→ Problem
Every line of the data that contains the string "dtype" must be copied.

→ Task inputs
def as_checked_array(value: object, *, field: str, unit: str, minimum: float, maximum: float,
                     inclusive_minimum: bool = True) -> FloatArray:
    """A float array of ``value`` (numbers in ``unit``, or a string with units), range-checked.

    The first value out of range raises InputError naming ``field``, the value and the range.
    """
    if isinstance(value, str):
        return np.asarray(parse_quantity(value, field=field, unit=unit, minimum=minimum, maximum=maximum,
                                         inclusive_minimum=inclusive_minimum), dtype=np.float64)
    try:
        array = np.asarray(value, dtype=np.float64)
    except (TypeError, ValueError):
        raise InputError(field, f"expected numbers in {unit}, got {value!r}") from None
    # A bound reached through a unit conversion (180 nm as 1.7999999999999997e-07 m) is on the bound.
    low, high = minimum - _BOUND_SLACK * abs(minimum), maximum + _BOUND_SLACK * abs(maximum)
    too_low = array < low if inclusive_minimum else array <= minimum
    bad = ~np.isfinite(array) | too_low | (array > high)
    if bad.any():
        position = int(np.flatnonzero(bad.reshape(-1))[0])
        where = "" if array.ndim == 0 else f" (element {position})"
        try:
            parse_quantity(float(array.reshape(-1)[position]), field=field, unit=unit, minimum=minimum,
                           maximum=maximum, inclusive_minimum=inclusive_minimum)
        except InputError as error:
            raise InputError(field, error.message + where) from None
    return np.clip(array, minimum, maximum) if inclusive_minimum else np.minimum(array, maximum)


def check_duration(limit_set: LimitSet, value: object, *, field: str) -> tuple[FloatArray, NDArray[np.bool_], FloatArray]:
    """(durations as assessed, which were shorter than the tables, durations as given).

    A duration must be positive and at most the limit set's longest; one shorter than the
    tables' first column (100 fs) is assessed at that column, and flagged so that the result
    says so (short_duration_warning), instead of being refused: few-cycle pulses are real.
    """
    shortest, longest = limit_set.duration_range_s
    given = as_checked_array(value, field=field, unit="s", minimum=0.0, maximum=longest, inclusive_minimum=False)
    short = given < shortest * (1.0 - _BOUND_SLACK)
    return np.maximum(given, shortest), short, given


def check_points(limit_set: LimitSet, wavelength_m: object, duration_s: object, source_size_rad: object,
                 *, duration_field: str = "duration"
                 ) -> tuple[FloatArray, FloatArray, FloatArray, NDArray[np.bool_], FloatArray]:
    """Wavelength, duration, source size, short-duration flags and given durations, checked and broadcast."""
    wavelength = as_checked_array(wavelength_m, field="wavelength", unit="m",
                                  minimum=limit_set.wavelength_range_m[0], maximum=limit_set.wavelength_range_m[1])
    duration, short, given = check_duration(limit_set, duration_s, field=duration_field)
    source_size = as_checked_array(source_size_rad, field="source_size", unit="rad", minimum=0.0, maximum=math.pi)
    try:
        return tuple(np.broadcast_arrays(wavelength, duration, source_size, short, given))  # type: ignore[return-value]
    except ValueError:
        raise InputError("wavelength", f"arrays of shapes {wavelength.shape}, {duration.shape} and "
                         f"{source_size.shape} (wavelength, duration, source_size) do not broadcast") from None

→ Written solution
                                         inclusive_minimum=inclusive_minimum), dtype=np.float64)
        array = np.asarray(value, dtype=np.float64)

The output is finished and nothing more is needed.